Studio album by America
- Released: March 19, 1975
- Recorded: January 6–30, 1975
- Studio: The Record Plant, Sausalito, California
- Genre: Folk rock; pop rock; soft rock;
- Length: 36:31
- Label: Warner Bros.
- Producer: George Martin

America chronology
| Holiday (1974) | Hearts (1975) | History: America's Greatest Hits (1975) |

Singles from Hearts
- "Sister Golden Hair" Released: March 19, 1975; "Daisy Jane" Released: July 2, 1975; "Woman Tonight" Released: August 29, 1975 (UK);

= Hearts (America album) =

Hearts is the fifth studio album by American folk rock trio America, released by Warner Bros. Records in 1975. The album was produced by George Martin, the second of six consecutive studio albums he produced for America.

This album was a big hit in the US, reaching number 4 on the Billboard album chart and being certified gold by the RIAA. It produced three hit singles: "Sister Golden Hair", which went to number 1 on the Billboard singles chart and number 5 on the adult contemporary chart; "Daisy Jane", which peaked at 20 on the Billboard singles chart and number 4 on the Adult Contemporary chart; and the funky "Woman Tonight", which reached 44 on the Billboard singles chart and 41 on the Adult Contemporary chart. Several other songs received radio airplay on FM stations playing album tracks including "Company", "Old Virginia", "Bell Tree" and "Midnight". The album was also released on Quadrophonic reel-to-reel tape for 4-channel enthusiasts, also released on Quadraphonic CD-4 album.

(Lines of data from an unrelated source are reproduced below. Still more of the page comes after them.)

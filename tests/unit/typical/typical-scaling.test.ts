/**
 * Error bars of the typical engine shrink as 1/√R (R samples), and they describe the actual
 * scatter of independent estimates. One 256-sample run per seed is cut into 16 batches of 16,
 * 4 of 64 and the whole (mergeTypicalSamples / record subsets: the same samples either way).
 *
 * Bands. Each jackknife error is itself estimated, with relative scatter ≈ 1/√(2(R − 1))
 * (18 % at R = 16, 9 % at 64); averaging over batches and taking the geometric mean over the
 * 3 thermodynamic and 12 series values (correlated) leaves a few per cent. Measured on
 * seeds 1–6: se(64)/se(256) = 1.97–2.00, se(16)/se(64) = 1.94–1.97 (the jackknife error of
 * 16 samples is biased low by ~2 %, like any sample standard deviation), scatter/se at
 * R = 16 = 0.96–1.24. Bands: [1.8, 2.2] for the ratios (1/√R predicts 2; a 1/R or 1/R^{1/4}
 * law gives 4 or 1.4) and [0.7, 1.4] for scatter/se (16 estimates: ±18 % on their spread).
 */
import { describe, expect, it } from 'vitest';
import {
  estimateTypicalBeta, mergeTypicalSamples, runTypicalSamples, typicalLayout,
  type TypicalSamples,
} from '../../../workers/src/engines/typical/index.js';
import { spec } from '../exact/collect.js';

const BASE = spec({
  lattice: { kind: 'chain', length: 8, boundary: 'open' },
  h0: { model: 'ising', J: 1, hx: 0.7 }, h1: { model: 'ising', J: 1, hx: 1.5 },
  betas: [1], times: { values: [0, 0.5, 1] },
  observables: [{ kind: 'site', pauli: 'X' }, { kind: 'pair', paulis: 'ZZ' }],
  tolerance: 1e-2,
});

const subset = (all: TypicalSamples, start: number, count: number): TypicalSamples =>
  ({ ...all, records: all.records.filter((r) => r.sample >= start && r.sample < start + count) });
const mean = (xs: number[]) => xs.reduce((a, x) => a + x, 0) / xs.length;
const geometricMean = (xs: number[]) => Math.exp(mean(xs.map(Math.log)));

describe('typical error bars', () => {
  describe('when the number of samples grows fourfold', () => {
    it('should halve (1/√R) for seeds 1, 2, 3, and match the scatter of independent 16-sample estimates', async () => {
      for (const seed of [1, 2, 3]) {
        const s = { ...BASE, seed };
        const layout = typicalLayout(s);
        const all = await runTypicalSamples(s, [0], { start: 0, count: 256 });
        const est = (smp: TypicalSamples) => {
          const e = estimateTypicalBeta(layout, smp, 0, { errorTarget: 1 });
          return {
            values: [e.thermo.energy, e.thermo.heatCapacity, e.thermo.lnZ, ...e.points.flatMap((p) => p.values)],
            errors: [e.thermo.errors.energy, e.thermo.errors.heatCapacity, e.thermo.errors.lnZ, ...e.points.flatMap((p) => p.errors)],
          };
        };
        const whole = est(all);
        // The 4 × 64 batches go through the merge path: merged pairs of halves.
        const b64 = [0, 1, 2, 3].map((k) => est(mergeTypicalSamples([subset(all, 64 * k + 32, 32), subset(all, 64 * k, 32)])));
        const b16 = Array.from({ length: 16 }, (_, k) => est(subset(all, 16 * k, 16)));
        const n = whole.errors.length;
        expect(n).toBe(3 + 3 * 2);
        const r64 = geometricMean(whole.errors.map((e, j) => mean(b64.map((b) => b.errors[j])) / e));
        const r16 = geometricMean(whole.errors.map((_, j) => mean(b16.map((b) => b.errors[j])) / mean(b64.map((b) => b.errors[j]))));
        const scatter = geometricMean(whole.errors.map((_, j) => {
          const m = mean(b16.map((b) => b.values[j]));
          const sd = Math.sqrt(b16.reduce((a, b) => a + (b.values[j] - m) ** 2, 0) / 15);
          return sd / mean(b16.map((b) => b.errors[j]));
        }));
        expect(r64, `seed ${seed}: se(64)/se(256)`).toBeGreaterThan(1.8);
        expect(r64, `seed ${seed}: se(64)/se(256)`).toBeLessThan(2.2);
        expect(r16, `seed ${seed}: se(16)/se(64)`).toBeGreaterThan(1.8);
        expect(r16, `seed ${seed}: se(16)/se(64)`).toBeLessThan(2.2);
        expect(scatter, `seed ${seed}: scatter/se at R = 16`).toBeGreaterThan(0.7);
        expect(scatter, `seed ${seed}: scatter/se at R = 16`).toBeLessThan(1.4);
      }
    });
  });
});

The cover was designed by Phil Hartman, who eventually left graphic design to pursue acting.

Cash Box said of the single "Woman Tonight" that "instead of the expected [ballad], the boys dash off some good new-fashioned change." Record World said that rather than "America's soft, willowy sound," "Woman Tonight" is a "hearty rockin' romp with a reggae flavor."

Professional ratings
Review scores
| Source | Rating |
| The Rolling Stone Album Guide | Star |

==Track listing==

| No. | Title | Writer(s) | Length |
|---|---|---|---|
| 1. | "Daisy Jane" | Gerry Beckley | 3:07 |
| 2. | "Half a Man" | Dan Peek | 3:33 |
| 3. | "Midnight" | Beckley, Dewey Bunnell | 2:41 |
| 4. | "Bell Tree" | Beckley | 2:32 |
| 5. | "Old Virginia" | D. Peek, Catherine Peek | 3:28 |
| 6. | "People in the Valley" | Bunnell | 2:43 |
| 7. | "Company" | Bunnell | 3:23 |
| 8. | "Woman Tonight" | D. Peek | 2:19 |
| 9. | "The Story of a Teenager" | Beckley, D. Peek | 3:19 |
| 10. | "Sister Golden Hair" | Beckley | 3:16 |
| 11. | "Tomorrow" | D. Peek | 2:48 |
| 12. | "Seasons" | Bunnell | 3:00 |
| 13. | "Simple Life" (bonus track on Japanese CD) | D. Peek | 2:12 |

==Personnel==
- America
- Gerry Beckley – vocals, guitar, keyboards
- Dewey Bunnell – vocals, guitar
- Dan Peek – vocals, guitar, keyboards
with:
- David Dickey – bass
- Willie Leacox – drums, percussion
- George Martin – keyboards
- Uncredited – cello (on "Daisy Jane")
- Clydie King, Venetta Fields – background vocals "Story of a Teenager"

Production
- George Martin – producer, arranger
- Geoff Emerick – engineer
- Mark Guercio – assistant engineer
- Henry Diltz – photography at Golden Gate Bridge, San Francisco, California
- Phil Hartman – art direction, design

==Charts==

===Weekly charts===

| Chart (1975) | Peak position |
|---|---|
| Australian Albums (Kent Music Report) | 17 |
| Canada Top Albums/CDs (RPM) | 3 |
| Japanese Albums (Oricon) | 74 |
| New Zealand Albums (RMNZ) | 12 |
| US Billboard 200 | 4 |

===Year-end charts===

| Chart (1975) | Position |
|---|---|
| Canada Top Albums/CDs (RPM) | 21 |
| US Billboard 200 | 21 |

== Certifications ==

| Region | Certification | Certified units/sales |
| Canada (Music Canada) | Gold | 50,000^{^} |
| United Kingdom (BPI) | Silver | 60,000^{^} |
| United States (RIAA) | Gold | 500,000^{^} |
^{^} Shipments figures based on certification alone.